Surgical procedures nowadays often use minimally invasive methods like laparoscopy and arthroscopy, with easier recoveries and less pain, and patients are generally encouraged to return to activity much more quickly than in the past. Procedures are often done on an ambulatory outpatient basis, which puts responsibility for pain management on the parents when they take their child home. “Ideally, you want to have your kid in a hospital where they make it a priority to have systems in place,” Dr. Berde said. Parents need clear guidance, and they should know whom they can call with questions and problems.
“Kids benefit from a very individualized tailored approach,” Dr.

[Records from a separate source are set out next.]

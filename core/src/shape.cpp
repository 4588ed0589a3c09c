#include "tailwise/shape.h"

#include <cmath>

namespace tailwise {

std::optional<Shape> momentShape(std::span<const double> x)
{
    const std::size_t n = x.size();
    if (n < 2)
        return std::nullopt;
    double mean = 0.0;
    for (double v : x)
        mean += v;
    mean /= static_cast<double>(n);
    double m2 = 0.0, m3 = 0.0, m4 = 0.0;
    for (double v : x) {
        const double d = v - mean;
        const double d2 = d * d;
        m2 += d2;
        m3 += d2 * d;
        m4 += d2 * d2;
    }
    m2 /= static_cast<double>(n);
    m3 /= static_cast<double>(n);
    m4 /= static_cast<double>(n);
    // A sample whose spread is lost in rounding has no measurable shape either.
    if (!(m2 > 0.0) || !std::isfinite(m4) || m2 <= 1e-28 * mean * mean)
        return std::nullopt;
    return Shape{m3 / std::pow(m2, 1.5), m4 / (m2 * m2) - 3.0};
}

Eigen::VectorXd dailyPnl(const Eigen::MatrixXd &returns, const Eigen::VectorXd &exposures)
{
    return returns * exposures;
}

} // namespace tailwise
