#include "tailwise/comparison.h"

#include <algorithm>

namespace tailwise {

Result<std::vector<ModelRow>> compareModels(const PriceHistory &prices, const Holdings &holdings,
                                            const Assumptions &assumptions, const RunControl &control)
{
    const RiskModel order[] = {RiskModel::Normal, RiskModel::StudentT, RiskModel::CornishFisher, RiskModel::Historical,
                               RiskModel::MonteCarlo};
    Assumptions normal = assumptions;
    normal.model = RiskModel::Normal;
    auto base = computeRisk(prices, holdings, normal);
    if (!base)
        return base.error();
    const Warnings &shared = base.value().warnings;

    std::vector<ModelRow> rows;
    for (RiskModel model : order) {
        if (control.stop.stop_requested())
            return fieldError(ErrorKind::Cancelled, "model", "the model comparison was cancelled");
        Assumptions a = assumptions;
        a.model = model;
        // Monte Carlo is the long row: it reports its own progress into the last 80% of the bar.
        RunControl inner;
        inner.stop = control.stop;
        inner.threads = control.threads;
        if (control.progress && model == RiskModel::MonteCarlo)
            inner.progress = [&](double f) { control.progress(0.2 + 0.8 * f); };
        auto r = model == RiskModel::Normal ? base : computeRisk(prices, holdings, a, inner);
        ModelRow row;
        row.model = model;
        if (!r) {
            if (r.error().kind == ErrorKind::Cancelled)
                return r.error();
            row.error = r.error().message;
        } else {
            row.used = r.value().model.used;
            row.figures = r.value().figures;
            row.varStandardError = r.value().model.varStandardError;
            for (const auto &w : r.value().warnings)
                if (std::find(shared.begin(), shared.end(), w) == shared.end())
                    row.warnings.push_back(w);
        }
        rows.push_back(std::move(row));
        if (control.progress && model != RiskModel::MonteCarlo)
            control.progress(0.05 * static_cast<double>(rows.size()));
    }
    if (control.progress)
        control.progress(1.0);
    return rows;
}

} // namespace tailwise
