#include "tailwise/simulate.h"

#include "tailwise/historical.h"
#include "tailwise/studentt.h"

#include <Eigen/Cholesky>
#include <Eigen/Eigenvalues>

#include <algorithm>
#include <atomic>
#include <bit>
#include <cassert>
#include <cmath>
#include <numbers>
#include <random>
#include <span>
#include <thread>
#include <vector>

namespace tailwise {

namespace {

std::uint64_t splitMix64(std::uint64_t x)
{
    x += 0x9e3779b97f4a7c15ULL;
    x = (x ^ (x >> 30)) * 0xbf58476d1ce4e5b9ULL;
    x = (x ^ (x >> 27)) * 0x94d049bb133111ebULL;
    return x ^ (x >> 31);
}

// The ziggurat of Marsaglia & Tsang (2000), "The Ziggurat Method for Generating Random Variables",
// J. Statistical Software 5(8) (mem): the area under f(x) = exp(−x²/2), x ≥ 0, is cut into 256
// layers of equal area v — a base strip of width v/f(r) holding the tail beyond r, and 255
// rectangles of widths x₁ = r > x₂ > … > x₂₅₅ — so that most draws need one random word, a table
// look-up and a comparison. r is found here by bisection so that the layers close exactly at the
// top (f(x₂₅₅) + v/x₂₅₅ = 1); it comes out at 3.6541528853610088, the published value for 256
// layers. The table is built once, from <cmath> alone, so every platform draws the same numbers.
struct Ziggurat {
    static constexpr int layers = 256;
    double r = 0.0;
    double x[layers + 1]; // x[0] = v/f(r) (base strip), x[1] = r, …, x[256] = 0
    double fx[layers + 1];

    static double f(double v) { return std::exp(-0.5 * v * v); }

    // f(x_{N−1}) + v/x_{N−1} − 1 for a trial r: positive when r is too small.
    static double closure(double trial, double *widths)
    {
        const double v = trial * f(trial) + std::sqrt(0.5 * std::numbers::pi) * std::erfc(trial / std::sqrt(2.0));
        double w = trial;
        if (widths) {
            widths[0] = v / f(trial);
            widths[1] = trial;
        }
        for (int i = 1; i < layers - 1; ++i) {
            const double y = f(w) + v / w;
            if (y >= 1.0)
                return 1.0 + (layers - 1 - i); // closed too early: r is too small
            w = std::sqrt(-2.0 * std::log(y));
            if (widths)
                widths[i + 1] = w;
        }
        return f(w) + v / w - 1.0;
    }

    Ziggurat()
    {
        double lo = 2.0, hi = 5.0;
        for (int k = 0; k < 200; ++k) {
            const double mid = 0.5 * (lo + hi);
            (closure(mid, nullptr) > 0.0 ? lo : hi) = mid;
        }
        r = lo;
        closure(r, x);
        x[layers] = 0.0;
        for (int i = 0; i <= layers; ++i)
            fx[i] = f(x[i]);
        fx[0] = f(r); // the base strip's top is f(r) (only the wedge test of layers ≥ 1 reads fx)
    }
};

const Ziggurat &ziggurat()
{
    static const Ziggurat table;
    return table;
}

// One block's stream of variates; everything it draws follows from its seed alone.
class BlockStream {
public:
    explicit BlockStream(std::uint64_t seed) : m_engine(seed), m_zig(ziggurat()) {}

    // Uniform on (0, 1): 53 random bits, never exactly 0.
    double uniform()
    {
        for (;;) {
            const double u = static_cast<double>(m_engine() >> 11) * 0x1.0p-53;
            if (u > 0.0)
                return u;
        }
    }

    // Standard normal by the ziggurat above. One 64-bit word gives the layer (low 8 bits), the
    // sign (bit 8) and a 53-bit uniform (the top bits); the rare wedge and tail cases draw more.
    // The sign is set by moving bit 8 into the sign bit: a branch on it would be mispredicted
    // half the time, which costs more than all the rest of a draw.
    double normal()
    {
        for (;;) {
            const std::uint64_t word = m_engine();
            const int layer = static_cast<int>(word & 0xFF);
            const std::uint64_t sign = (word & 0x100) << 55;
            const double u = static_cast<double>(word >> 11) * 0x1.0p-53;
            const double x = u * m_zig.x[layer];
            if (x < m_zig.x[layer + 1]) [[likely]]
                return std::bit_cast<double>(std::bit_cast<std::uint64_t>(x) | sign);
            const bool negative = sign != 0;
            if (layer == 0) {
                // The tail beyond r (Marsaglia 1964, as in the ziggurat paper): r + a with
                // a = −ln(U₁)/r accepted when −2 ln(U₂) > a².
                double a = 0.0, b = 0.0;
                do {
                    a = -std::log(uniform()) / m_zig.r;
                    b = -std::log(uniform());
                } while (b + b < a * a);
                return negative ? -(m_zig.r + a) : m_zig.r + a;
            }
            // The wedge between layer's rectangle and the curve.
            const double y = m_zig.fx[layer] + uniform() * (m_zig.fx[layer + 1] - m_zig.fx[layer]);
            if (y < Ziggurat::f(x))
                return negative ? -x : x;
        }
    }

    // Gamma(shape, 1) for shape ≥ 1, Marsaglia & Tsang (2000).
    double gamma(double shape)
    {
        assert(shape >= 1.0);
        const double d = shape - 1.0 / 3.0;
        const double c = 1.0 / std::sqrt(9.0 * d);
        for (;;) {
            const double x = normal();
            double v = 1.0 + c * x;
            if (v <= 0.0)
                continue;
            v = v * v * v;
            const double u = uniform();
            if (std::log(u) < 0.5 * x * x + d - d * v + d * std::log(v))
                return d * v;
        }
    }

    double chiSquare(double dof) { return 2.0 * gamma(0.5 * dof); }

private:
    std::mt19937_64 m_engine;
    const Ziggurat &m_zig;
};

// Lᵀe for Σ = L Lᵀ; the eigen factor V D^{1/2} when Σ is only semi-definite.
Eigen::VectorXd factorTimesExposures(const Eigen::MatrixXd &cov, const Eigen::VectorXd &e)
{
    const Eigen::LLT<Eigen::MatrixXd> llt(cov);
    if (llt.info() == Eigen::Success)
        return llt.matrixU() * e; // U = Lᵀ
    const Eigen::SelfAdjointEigenSolver<Eigen::MatrixXd> eig(cov);
    const Eigen::MatrixXd factor = eig.eigenvectors() * eig.eigenvalues().cwiseMax(0.0).cwiseSqrt().asDiagonal();
    return factor.transpose() * e;
}

// VaR and ES of losses by the type 7 quantile, with nth_element instead of a full sort.
VarEs fastVarEs(std::vector<double> losses, double confidence)
{
    const std::size_t n = losses.size();
    const double h = static_cast<double>(n - 1) * confidence;
    const auto j = static_cast<std::size_t>(std::floor(h));
    std::nth_element(losses.begin(), losses.begin() + static_cast<std::ptrdiff_t>(j), losses.end());
    const double lower = losses[j];
    double var = lower;
    if (j + 1 < n) {
        const double upper = *std::min_element(losses.begin() + static_cast<std::ptrdiff_t>(j) + 1, losses.end());
        var = lower + (h - std::floor(h)) * (upper - lower);
    }
    // Every value at or beyond VaR sits in [j, n) after nth_element, except ties below j.
    double sum = 0.0;
    long count = 0;
    for (double v : losses)
        if (v >= var) {
            sum += v;
            ++count;
        }
    return VarEs{var, sum / static_cast<double>(count)};
}

double batchSd(const std::vector<double> &values)
{
    double mean = 0.0;
    for (double v : values)
        mean += v;
    mean /= static_cast<double>(values.size());
    double ss = 0.0;
    for (double v : values)
        ss += (v - mean) * (v - mean);
    return std::sqrt(ss / static_cast<double>(values.size() - 1));
}

} // namespace

std::uint64_t blockSeed(std::uint64_t seed, std::uint64_t block)
{
    return splitMix64(splitMix64(seed) ^ block);
}

Result<SimulationFigures> simulateVarEs(const Eigen::VectorXd &e, const Eigen::MatrixXd &cov, const Eigen::VectorXd &mean,
                                        int horizonDays, double confidence, const SimulationSettings &settings,
                                        const RunControl &control)
{
    assert(cov.rows() == e.size() && cov.cols() == e.size() && mean.size() == e.size());
    assert(confidence > 0.0 && confidence < 1.0 && horizonDays >= 1);
    if (settings.simulations < 1000)
        return fieldError(ErrorKind::Assumption, "simulations",
                          "expected at least 1000 draws, found " + std::to_string(settings.simulations));
    const int n = settings.simulations;
    const int blocks = (n + simulationBlockSize - 1) / simulationBlockSize;
    const double h = static_cast<double>(horizonDays);
    const double rootH = std::sqrt(h);
    const double drift = h * e.dot(mean);
    const Eigen::VectorXd b = factorTimesExposures(cov, e);
    const Eigen::Index dim = b.size();
    const bool useT = settings.dof.has_value();
    const double nu = settings.dof.value_or(0.0);
    const double tScale = useT ? studentTScale(nu) : 1.0;

    std::vector<double> losses(static_cast<std::size_t>(n));
    std::atomic<int> nextBlock{0};
    std::atomic<int> doneBlocks{0};
    std::atomic<bool> stopped{false};

    auto runBlock = [&](int block) {
        BlockStream stream(blockSeed(settings.seed, static_cast<std::uint64_t>(block)));
        const int first = block * simulationBlockSize;
        const int last = std::min(n, first + simulationBlockSize);
        for (int k = first; k < last; ++k) {
            if (((k - first) & 1023) == 0 && control.stop.stop_requested()) {
                stopped = true;
                return;
            }
            double y = 0.0;
            for (Eigen::Index i = 0; i < dim; ++i)
                y += b(i) * stream.normal();
            if (useT)
                y *= tScale / std::sqrt(stream.chiSquare(nu) / nu);
            losses[static_cast<std::size_t>(k)] = -(drift + rootH * y);
        }
    };
    auto worker = [&](bool reportsProgress) {
        for (;;) {
            if (stopped || control.stop.stop_requested()) {
                stopped = true;
                return;
            }
            const int block = nextBlock.fetch_add(1);
            if (block >= blocks)
                return;
            runBlock(block);
            const int done = doneBlocks.fetch_add(1) + 1;
            if (reportsProgress && control.progress)
                control.progress(0.95 * static_cast<double>(done) / blocks);
        }
    };

    int threads = control.threads > 0 ? control.threads : static_cast<int>(std::thread::hardware_concurrency());
    threads = std::clamp(threads, 1, blocks);
    {
        std::vector<std::jthread> pool;
        for (int t = 1; t < threads; ++t)
            pool.emplace_back([&] { worker(false); });
        worker(true);
    } // jthreads join here
    if (stopped)
        return fieldError(ErrorKind::Cancelled, "simulations", "the simulation was cancelled");

    SimulationFigures out;
    out.simulations = n;
    out.blocks = blocks;
    out.figures = fastVarEs(losses, confidence);
    std::vector<double> batchVar, batchEs;
    const std::size_t per = losses.size() / simulationBatches;
    for (int k = 0; k < simulationBatches; ++k) {
        const auto begin = losses.begin() + static_cast<std::ptrdiff_t>(per * static_cast<std::size_t>(k));
        const VarEs f = fastVarEs(std::vector<double>(begin, begin + static_cast<std::ptrdiff_t>(per)), confidence);
        batchVar.push_back(f.var);
        batchEs.push_back(f.es);
    }
    const double root = std::sqrt(static_cast<double>(simulationBatches));
    out.varStandardError = batchSd(batchVar) / root;
    out.esStandardError = batchSd(batchEs) / root;
    out.standardErrorMethod = "batch means: the sd of the VaR of " + std::to_string(simulationBatches)
                              + " equal batches of consecutive draws, divided by the square root of "
                              + std::to_string(simulationBatches);
    if ((1.0 - confidence) * static_cast<double>(per) < 10.0)
        out.warnings.push_back("each of the " + std::to_string(simulationBatches) + " batches of "
                               + std::to_string(per) + " draws has fewer than 10 losses beyond the VaR: the standard "
                                                       "error is rough; use more simulations");
    if (control.progress)
        control.progress(1.0);
    return out;
}

} // namespace tailwise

Berde said, “from being honest with them about when there is discomfort and giving them ways to get through it, ways to feel like there is some mastery.” A child’s pain control should be tailored not only to the particular surgery, he said, but also to past experiences with pain, and even to the individual biology of the child. “There are clear biological differences between people in how much medicine they need and how well it works for them,” he said, and in the near future, it may be possible to predict these differences and tailor individual pain regimens.
Parents should be vigilant that their children are in fact receiving adequate pain management. “Parents assume everything possible is already being done for their child when we know in fact many of the evidence-based solutions for acute or procedural pain many times are not used in practice,” said Christine Chambers, a professor and children’s pain researcher at Dalhousie University in Halifax, Nova Scotia. “Pain skill isn’t given the priority that it deserves.”
Busy clinicians are not always aware, Dr. Chambers said, that “the experience of poorly managed pain early in life makes you more vulnerable physiologically and psychologically to pain later on.” In a study of infant circumcision, she said, the babies who did not receive proper analgesia showed more distress later on with vaccination.
Perhaps the biggest impact of parent advocacy involves surgery on premature infants, which was sometimes done without any pain medication only a few decades ago. The landmark story often cited here is the case of Jeffrey Lawson, a premature infant whose mother, Jill Lawson, requested his medical records after his death in 1986, and discovered that he had been paralyzed for heart surgery but given no pain medicine, on the belief that the immature nervous systems of the premature baby did not really feel pain.
The American Pain Society gives an annual Jeffrey Lawson Award for advocacy in children’s pain relief to commemorate his mother’s efforts to bring about better pain control in children, a reminder that it can take more than science to change clinical practice.
This is the first in a series of columns on pain in children.